■ **Work request**
The task calls for each line of the records below in which the word "step" appears.

■ **Data for processing**
□ □ □ □ □ □ □

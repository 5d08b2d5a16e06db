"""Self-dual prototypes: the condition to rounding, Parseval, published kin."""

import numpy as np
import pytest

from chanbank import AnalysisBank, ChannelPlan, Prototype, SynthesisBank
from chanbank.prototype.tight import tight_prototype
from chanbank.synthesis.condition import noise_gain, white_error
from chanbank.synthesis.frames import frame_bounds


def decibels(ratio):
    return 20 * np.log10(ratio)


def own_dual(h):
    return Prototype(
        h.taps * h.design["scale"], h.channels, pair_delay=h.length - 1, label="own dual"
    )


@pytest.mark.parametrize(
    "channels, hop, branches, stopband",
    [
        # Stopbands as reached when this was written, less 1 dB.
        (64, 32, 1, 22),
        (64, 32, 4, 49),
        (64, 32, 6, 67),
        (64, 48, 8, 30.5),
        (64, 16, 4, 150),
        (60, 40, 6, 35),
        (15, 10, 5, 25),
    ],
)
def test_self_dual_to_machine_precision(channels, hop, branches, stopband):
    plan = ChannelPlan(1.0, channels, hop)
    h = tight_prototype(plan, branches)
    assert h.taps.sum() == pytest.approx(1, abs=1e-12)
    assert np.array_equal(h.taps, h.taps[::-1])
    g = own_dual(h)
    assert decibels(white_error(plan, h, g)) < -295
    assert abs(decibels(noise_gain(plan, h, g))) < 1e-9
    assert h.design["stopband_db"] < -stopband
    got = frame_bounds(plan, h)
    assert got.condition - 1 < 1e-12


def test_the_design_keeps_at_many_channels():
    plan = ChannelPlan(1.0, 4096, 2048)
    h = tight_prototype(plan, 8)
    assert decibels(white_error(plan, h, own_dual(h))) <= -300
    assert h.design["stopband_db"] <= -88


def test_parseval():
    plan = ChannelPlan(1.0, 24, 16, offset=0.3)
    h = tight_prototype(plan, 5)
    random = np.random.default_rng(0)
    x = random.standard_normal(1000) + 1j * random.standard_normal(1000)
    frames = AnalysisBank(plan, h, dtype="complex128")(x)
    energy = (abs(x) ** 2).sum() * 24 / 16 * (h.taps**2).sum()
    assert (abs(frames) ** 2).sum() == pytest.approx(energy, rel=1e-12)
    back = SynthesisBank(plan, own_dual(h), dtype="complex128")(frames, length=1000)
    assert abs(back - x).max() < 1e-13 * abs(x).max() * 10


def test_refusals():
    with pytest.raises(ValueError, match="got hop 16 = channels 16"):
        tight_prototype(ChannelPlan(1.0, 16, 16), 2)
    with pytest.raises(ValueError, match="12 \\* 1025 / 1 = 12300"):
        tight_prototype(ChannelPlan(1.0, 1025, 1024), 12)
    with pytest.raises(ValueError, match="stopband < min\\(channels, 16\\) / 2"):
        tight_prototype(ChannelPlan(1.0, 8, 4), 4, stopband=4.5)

□ □ □ □ □ □ □

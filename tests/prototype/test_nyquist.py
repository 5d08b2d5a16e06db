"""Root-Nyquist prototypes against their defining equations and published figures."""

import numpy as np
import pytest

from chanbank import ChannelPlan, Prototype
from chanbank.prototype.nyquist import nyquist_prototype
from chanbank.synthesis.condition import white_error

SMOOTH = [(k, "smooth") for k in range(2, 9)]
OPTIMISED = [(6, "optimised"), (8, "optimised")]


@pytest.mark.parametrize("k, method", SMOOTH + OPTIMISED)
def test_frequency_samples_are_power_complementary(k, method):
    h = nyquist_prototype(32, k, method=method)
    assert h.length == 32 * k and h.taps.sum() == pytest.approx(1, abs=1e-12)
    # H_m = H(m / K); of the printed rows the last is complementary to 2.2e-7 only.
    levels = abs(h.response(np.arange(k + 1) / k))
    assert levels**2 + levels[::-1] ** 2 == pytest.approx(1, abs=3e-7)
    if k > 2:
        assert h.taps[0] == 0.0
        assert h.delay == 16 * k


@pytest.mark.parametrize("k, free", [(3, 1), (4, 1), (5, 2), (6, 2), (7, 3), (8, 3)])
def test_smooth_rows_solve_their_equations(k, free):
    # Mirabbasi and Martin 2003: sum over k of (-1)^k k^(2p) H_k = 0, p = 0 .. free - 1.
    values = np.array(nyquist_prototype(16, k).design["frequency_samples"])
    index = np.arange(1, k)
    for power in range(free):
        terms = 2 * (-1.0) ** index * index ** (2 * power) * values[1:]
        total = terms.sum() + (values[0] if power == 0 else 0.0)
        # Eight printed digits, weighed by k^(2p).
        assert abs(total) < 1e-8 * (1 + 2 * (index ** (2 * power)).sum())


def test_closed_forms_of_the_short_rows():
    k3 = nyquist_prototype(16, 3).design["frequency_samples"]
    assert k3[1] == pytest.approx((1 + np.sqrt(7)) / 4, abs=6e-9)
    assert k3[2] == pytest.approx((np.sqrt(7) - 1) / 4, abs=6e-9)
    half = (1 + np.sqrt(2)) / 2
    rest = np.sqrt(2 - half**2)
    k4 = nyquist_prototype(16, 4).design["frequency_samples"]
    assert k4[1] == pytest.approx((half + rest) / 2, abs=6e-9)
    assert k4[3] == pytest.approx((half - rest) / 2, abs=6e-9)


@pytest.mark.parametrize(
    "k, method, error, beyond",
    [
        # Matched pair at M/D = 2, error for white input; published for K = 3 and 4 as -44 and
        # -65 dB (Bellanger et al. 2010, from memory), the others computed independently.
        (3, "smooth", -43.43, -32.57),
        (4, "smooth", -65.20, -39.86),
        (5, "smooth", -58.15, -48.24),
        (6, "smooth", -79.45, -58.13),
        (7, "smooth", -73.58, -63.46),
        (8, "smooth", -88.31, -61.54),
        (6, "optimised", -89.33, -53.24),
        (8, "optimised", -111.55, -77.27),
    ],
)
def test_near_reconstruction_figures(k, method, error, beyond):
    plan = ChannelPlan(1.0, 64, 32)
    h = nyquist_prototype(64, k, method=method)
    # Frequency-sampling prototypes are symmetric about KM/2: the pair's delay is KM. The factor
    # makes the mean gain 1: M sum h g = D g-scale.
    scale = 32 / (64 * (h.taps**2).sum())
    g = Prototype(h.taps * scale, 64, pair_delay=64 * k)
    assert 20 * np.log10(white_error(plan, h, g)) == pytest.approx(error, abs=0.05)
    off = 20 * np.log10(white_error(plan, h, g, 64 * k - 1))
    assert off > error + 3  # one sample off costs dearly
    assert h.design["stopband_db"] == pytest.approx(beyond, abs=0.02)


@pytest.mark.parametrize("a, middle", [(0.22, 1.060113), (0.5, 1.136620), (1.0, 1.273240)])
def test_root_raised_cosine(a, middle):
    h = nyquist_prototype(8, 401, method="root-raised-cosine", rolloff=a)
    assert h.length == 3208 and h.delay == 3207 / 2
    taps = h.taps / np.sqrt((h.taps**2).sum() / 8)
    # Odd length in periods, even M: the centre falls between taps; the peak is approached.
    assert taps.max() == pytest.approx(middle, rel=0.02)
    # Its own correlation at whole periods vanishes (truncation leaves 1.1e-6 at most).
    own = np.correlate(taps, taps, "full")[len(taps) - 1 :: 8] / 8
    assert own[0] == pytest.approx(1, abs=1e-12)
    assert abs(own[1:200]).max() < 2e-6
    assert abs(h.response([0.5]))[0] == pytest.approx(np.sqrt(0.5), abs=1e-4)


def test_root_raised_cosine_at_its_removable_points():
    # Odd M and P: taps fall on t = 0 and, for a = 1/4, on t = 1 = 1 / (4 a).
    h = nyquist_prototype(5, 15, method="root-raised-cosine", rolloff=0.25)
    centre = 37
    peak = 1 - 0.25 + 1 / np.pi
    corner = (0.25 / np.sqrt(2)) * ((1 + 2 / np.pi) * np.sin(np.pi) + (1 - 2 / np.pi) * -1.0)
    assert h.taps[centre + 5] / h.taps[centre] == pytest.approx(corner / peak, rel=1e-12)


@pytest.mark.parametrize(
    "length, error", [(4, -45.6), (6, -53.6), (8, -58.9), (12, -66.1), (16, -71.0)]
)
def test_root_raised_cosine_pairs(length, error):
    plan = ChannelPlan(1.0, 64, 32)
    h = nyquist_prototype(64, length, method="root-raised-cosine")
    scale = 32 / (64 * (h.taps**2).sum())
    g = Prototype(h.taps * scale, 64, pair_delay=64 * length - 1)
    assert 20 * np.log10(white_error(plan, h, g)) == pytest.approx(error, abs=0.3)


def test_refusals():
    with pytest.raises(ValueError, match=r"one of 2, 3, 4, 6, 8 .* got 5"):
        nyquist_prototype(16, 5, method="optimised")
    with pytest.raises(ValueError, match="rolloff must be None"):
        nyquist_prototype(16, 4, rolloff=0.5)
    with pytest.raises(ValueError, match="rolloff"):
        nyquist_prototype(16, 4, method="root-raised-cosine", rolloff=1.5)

□ □ □ □ □ □ □

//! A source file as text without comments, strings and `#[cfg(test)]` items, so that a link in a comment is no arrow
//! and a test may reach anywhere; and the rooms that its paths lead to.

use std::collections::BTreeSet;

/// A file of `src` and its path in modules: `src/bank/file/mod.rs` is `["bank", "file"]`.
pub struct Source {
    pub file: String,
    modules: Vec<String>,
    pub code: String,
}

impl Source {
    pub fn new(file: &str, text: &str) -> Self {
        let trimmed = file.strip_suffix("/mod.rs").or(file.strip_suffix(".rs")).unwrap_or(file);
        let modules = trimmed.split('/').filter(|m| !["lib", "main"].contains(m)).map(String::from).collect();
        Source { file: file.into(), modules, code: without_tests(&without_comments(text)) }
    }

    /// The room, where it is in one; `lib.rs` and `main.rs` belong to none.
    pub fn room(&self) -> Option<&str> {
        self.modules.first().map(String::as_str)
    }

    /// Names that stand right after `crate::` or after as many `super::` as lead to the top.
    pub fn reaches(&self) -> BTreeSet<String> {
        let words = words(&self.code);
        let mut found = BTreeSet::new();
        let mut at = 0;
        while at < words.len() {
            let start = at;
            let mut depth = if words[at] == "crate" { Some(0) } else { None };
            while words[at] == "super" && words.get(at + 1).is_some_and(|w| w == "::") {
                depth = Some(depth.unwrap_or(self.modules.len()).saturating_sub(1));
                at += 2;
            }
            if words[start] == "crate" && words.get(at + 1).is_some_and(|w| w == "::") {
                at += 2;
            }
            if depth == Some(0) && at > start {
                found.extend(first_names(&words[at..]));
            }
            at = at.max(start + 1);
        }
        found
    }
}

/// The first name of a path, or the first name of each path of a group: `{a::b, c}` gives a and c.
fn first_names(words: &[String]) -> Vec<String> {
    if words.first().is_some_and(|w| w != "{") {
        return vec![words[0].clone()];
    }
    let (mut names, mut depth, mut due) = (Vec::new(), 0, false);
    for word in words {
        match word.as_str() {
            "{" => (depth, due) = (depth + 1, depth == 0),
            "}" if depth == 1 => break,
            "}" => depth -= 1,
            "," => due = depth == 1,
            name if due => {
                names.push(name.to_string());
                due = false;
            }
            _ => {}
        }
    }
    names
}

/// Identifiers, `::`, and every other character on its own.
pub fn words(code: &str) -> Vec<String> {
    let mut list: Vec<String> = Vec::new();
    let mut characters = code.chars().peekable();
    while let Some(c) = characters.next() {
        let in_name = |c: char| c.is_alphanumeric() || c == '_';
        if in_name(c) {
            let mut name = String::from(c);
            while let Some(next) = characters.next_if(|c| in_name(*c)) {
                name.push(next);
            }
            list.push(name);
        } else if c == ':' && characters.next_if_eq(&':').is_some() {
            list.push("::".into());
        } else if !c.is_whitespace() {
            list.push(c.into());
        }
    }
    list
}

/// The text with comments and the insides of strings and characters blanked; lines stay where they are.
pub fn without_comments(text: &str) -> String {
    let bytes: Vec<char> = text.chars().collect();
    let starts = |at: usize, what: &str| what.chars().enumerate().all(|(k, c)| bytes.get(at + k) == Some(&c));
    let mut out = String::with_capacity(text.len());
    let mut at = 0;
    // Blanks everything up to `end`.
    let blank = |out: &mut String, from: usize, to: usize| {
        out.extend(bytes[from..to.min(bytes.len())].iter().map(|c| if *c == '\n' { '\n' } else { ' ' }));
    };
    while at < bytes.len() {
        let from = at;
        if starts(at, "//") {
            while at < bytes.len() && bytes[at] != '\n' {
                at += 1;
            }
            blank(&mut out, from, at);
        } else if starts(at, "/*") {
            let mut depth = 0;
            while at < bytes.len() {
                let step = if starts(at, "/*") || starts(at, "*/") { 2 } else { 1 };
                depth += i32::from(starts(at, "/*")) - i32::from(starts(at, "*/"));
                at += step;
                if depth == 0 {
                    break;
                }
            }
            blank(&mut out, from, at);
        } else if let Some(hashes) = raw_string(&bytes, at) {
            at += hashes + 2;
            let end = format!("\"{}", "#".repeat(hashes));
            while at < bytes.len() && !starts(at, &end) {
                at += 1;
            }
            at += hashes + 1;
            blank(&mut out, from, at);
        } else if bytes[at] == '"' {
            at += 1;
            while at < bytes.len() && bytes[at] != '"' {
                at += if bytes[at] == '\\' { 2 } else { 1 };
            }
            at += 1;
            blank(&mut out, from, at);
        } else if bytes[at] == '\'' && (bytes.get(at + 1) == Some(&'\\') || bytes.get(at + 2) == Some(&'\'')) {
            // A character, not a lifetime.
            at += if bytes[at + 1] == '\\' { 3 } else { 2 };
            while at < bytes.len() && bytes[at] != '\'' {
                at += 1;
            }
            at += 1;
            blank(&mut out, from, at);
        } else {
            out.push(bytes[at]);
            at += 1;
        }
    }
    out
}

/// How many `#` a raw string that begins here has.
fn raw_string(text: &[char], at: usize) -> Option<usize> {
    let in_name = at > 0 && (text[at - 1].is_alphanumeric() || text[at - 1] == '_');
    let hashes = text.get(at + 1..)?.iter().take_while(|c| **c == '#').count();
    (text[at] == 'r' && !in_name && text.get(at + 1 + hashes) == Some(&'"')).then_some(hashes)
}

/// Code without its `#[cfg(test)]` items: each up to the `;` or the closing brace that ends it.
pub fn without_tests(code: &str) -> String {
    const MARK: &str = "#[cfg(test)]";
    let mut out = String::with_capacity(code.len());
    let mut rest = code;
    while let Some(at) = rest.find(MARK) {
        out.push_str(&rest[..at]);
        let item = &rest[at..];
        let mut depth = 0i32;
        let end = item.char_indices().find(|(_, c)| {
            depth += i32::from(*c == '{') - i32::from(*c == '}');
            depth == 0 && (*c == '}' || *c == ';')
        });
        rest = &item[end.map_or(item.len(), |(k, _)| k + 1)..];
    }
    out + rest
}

□ □ □ □ □ □ □

■ **Exercise answer**
                let step = if starts(at, "/*") || starts(at, "*/") { 2 } else { 1 };
                at += step;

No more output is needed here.